All the while, in the front of my mind I am counting breaths. I am trying to follow a body scan to relax myself into sleep. I am hoping my partner will throw an arm over me for its comfort and its weight. But I don’t want to drag his deeply sleeping self into this storm with me. And I just want to cry. I want to kick and scream and cry because I feel so weak against this that comes for me in the ungodly hours.

a car crash

had a dream my mom was behind the wheel of a car, looked directly into my eyes, and drove straight into her house.

what is the bardo?

(in Tibetan Buddhism) a state of existence between death and rebirth, varying in length according to a person's conduct in life and manner of, or age at, death. - Oxford Dictionary

I had begun reading Pema Chodran’s book, How We Live Is How We Die, last winter.
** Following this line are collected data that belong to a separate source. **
describe('disorder policy, hydrogens and refusals', () => {
  const cell = cubic(12);
  const sites: SiteSpec[] = [
    { label: 'C1', element: 'C', frac: [0.1, 0.1, 0.1] },
    { label: 'C2', element: 'C', frac: [0.2, 0.1, 0.1] },
    { label: 'O1A', element: 'O', frac: [0.3, 0.1, 0.1], occupancy: 0.7, group: '1', assembly: 'A' },
    { label: 'O2A', element: 'O', frac: [0.3, 0.2, 0.1], occupancy: 0.7, group: '1', assembly: 'A' },
    { label: 'S1B', element: 'S', frac: [0.31, 0.15, 0.12], occupancy: 0.3, group: '2', assembly: 'A' },
    { label: 'O3', element: 'O', frac: [0.6, 0.6, 0.6], occupancy: 0.5 },
    { label: 'H1', element: 'H', frac: [0.1, 0.18, 0.1] },
    { label: 'D1', element: (elementFromSite(null, 'D1') as { element: string }).element, frac: [0.1, 0.1, 0.19] },
  ];
  const r = makeRecord('disorder', cell, ['x,y,z'], sites, { opsOrigin: 'identity' });
  it('keeps the group with the largest occupancy sum per assembly and ungrouped partial sites, with notes', () => {
    const { set, notes } = toPeriodicSet(r, { hydrogens: 'keep' });
    // C1 C2 O1A O2A O3 H1 D1
    expect(Array.from(set.atomicNumbers)).toEqual([6, 6, 8, 8, 8, 1, 1]);
    const text = notes.join(' | ');
    expect(text).toMatch(/disorder assembly A: kept group 1 \(occupancy sum 1\.4/);
    expect(text).toMatch(/dropped group 2 \(1 sites, occupancy sum 0\.3\)/);
    expect(text).toMatch(/1 site\(s\) with occupancy below 1 and no disorder group kept/);
  });
  it('drops hydrogen and deuterium with --hydrogens drop and says how many', () => {
    const { set, notes } = toPeriodicSet(r, { hydrogens: 'drop' });
    expect(Array.from(set.atomicNumbers)).toEqual([6, 6, 8, 8, 8]);
    expect(notes.join(' ')).toMatch(/hydrogens dropped: 2 hydrogen site/);
  });
  it('weights density by occupancy over every listed site (IUPAC 2021 weights)', () => {
    const f = crystalFacts(r);
    // 2 C + 0.7*2 O + 0.3 S + 0.5 O + 2 H, over N_A * 12^3 Å^3.
    const mass = 2 * 12.011 + 1.4 * 15.999 + 0.3 * 32.06 + 0.5 * 15.999 + 2 * 1.008;
    expect(f.densityGPerCm3).toBeCloseTo(mass / (6.02214076e23 * 1728e-24), 10);
    expect(f.atomsPerCell).toBe(7);
    expect(f.zPrime).toBeNull();
  });
  it('refuses a structure with no atoms left, saying what to do', () => {
    const onlyH = makeRecord('onlyh', cell, ['x,y,z'], [{ label: 'H1', element: 'H', frac: [0, 0, 0] }]);
    expect(() => toPeriodicSet(onlyH, { hydrogens: 'drop' })).toThrow(/onlyh\.cif#onlyh.*--hydrogens keep/);
    const empty = makeRecord('empty', cell, ['x,y,z'], []);
    expect(() => toPeriodicSet(empty, { hydrogens: 'keep' })).toThrow(/no atom sites/);
    const nan = makeRecord('nan', cell, ['x,y,z'], [{ label: 'C1', element: 'C', frac: [Number.NaN, 0, 0] }]);
    expect(() => toPeriodicSet(nan, { hydrogens: 'keep' })).toThrow(/C1.*not numbers/);
  });
});

describe('Hill formulas', () => {
  // Hill order as the CIF core dictionary defines _chemical_formula_sum (Hill, J. Am. Chem. Soc. 1900).
  const f = (o: Record<number, number>) => hillFormula(new Map(Object.entries(o).map(([k, v]) => [Number(k), v])));
  it('puts C then H first, then the rest alphabetically', () => {
    expect(f({ 6: 6, 1: 6 })).toBe('C6H6');
    expect(f({ 8: 1, 1: 6, 6: 2 })).toBe('C2H6O');
    expect(f({ 35: 1, 17: 1, 1: 1, 6: 1 })).toBe('CHBrCl');
    expect(f({ 7: 2, 6: 12, 1: 10, 16: 1, 8: 2 })).toBe('C12H10N2O2S');
  });
  it('orders everything alphabetically without carbon', () => {
    expect(f({ 11: 1, 17: 1 })).toBe('ClNa');
    expect(f({ 1: 2, 8: 1 })).toBe('H2O');
    expect(f({ 1: 4, 7: 1, 17: 1 })).toBe('ClH4N');
  });
});

// An invented rigid molecule (C3H4NO, coordinates in Å around its own centre) placed in cells by hand.
const MOLECULE: [string, number, number, number][] = [
  ['C', 0, 0, 0], ['C', 1.5, 0, 0], ['C', -0.75, 1.3, 0], ['N', -0.7, -1.25, 0], ['O', 2.2, 1.0, 0.3],
  ['H', -0.2, 2.2, 0.1], ['H', -1.8, 1.3, 0.2], ['H', -1.7, -1.3, -0.1], ['H', 1.9, -0.9, 0.4],
];

/** Fractional coordinates of the molecule centred at fractional `centre` in `cell`. */
function placeMolecule(cell: CellParams, centre: [number, number, number]): SiteSpec[] {
  const b = cellToBasis(cell);
  // Cartesian -> fractional for a basis with a along x and b in the xy plane (lower triangular rows).
  const toFrac = (x: number, y: number, z: number): [number, number, number] => {
    const fz = z / b[8]!;
    const fy = (y - fz * b[7]!) / b[4]!;
    const fx = (x - fy * b[3]! - fz * b[6]!) / b[0]!;
    return [fx, fy, fz];
  };
  return MOLECULE.map(([el, x, y, z], i) => {
    const d = toFrac(x, y, z);
    return { label: `${el}${i + 1}`, element: el, frac: [centre[0] + d[0], centre[1] + d[1], centre[2] + d[2]] };
  });
}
It describes this beautiful and sacred space of limbo between death and rebirth.

In the year before, I read Lincoln In The Bardo, by George Saunders, which tells the story of Lincoln from the point of view - in a way - from the ghost of his son, after his death, as well as other ghosts in a cemetery.

Most recently, I read Unlikely Animals by Annie Hartnett, which also tells a story of life, love, and death, told from the voices of ghosts in the cemetary.

Why, how, are we in the Bardo now?

This is hard to explain. I feel like my mom has died and is in this strange precipice between a forever death - of body and soul - and rebirth into a new life, new form. This limbo, for her though, is full of pain and insecurity, fear, and isolation. I know that there is a world wherein she is reborn and can become free. What I don’t know of course, is if she will find her way there - through the cemetery, through the anguish, shame, fear. Like so many wise souls who came before her, she has to stand with her darkness, her greatest fears, and know peace - like the Buddha and the demons of Mara. Can she? Will she? Where is she now?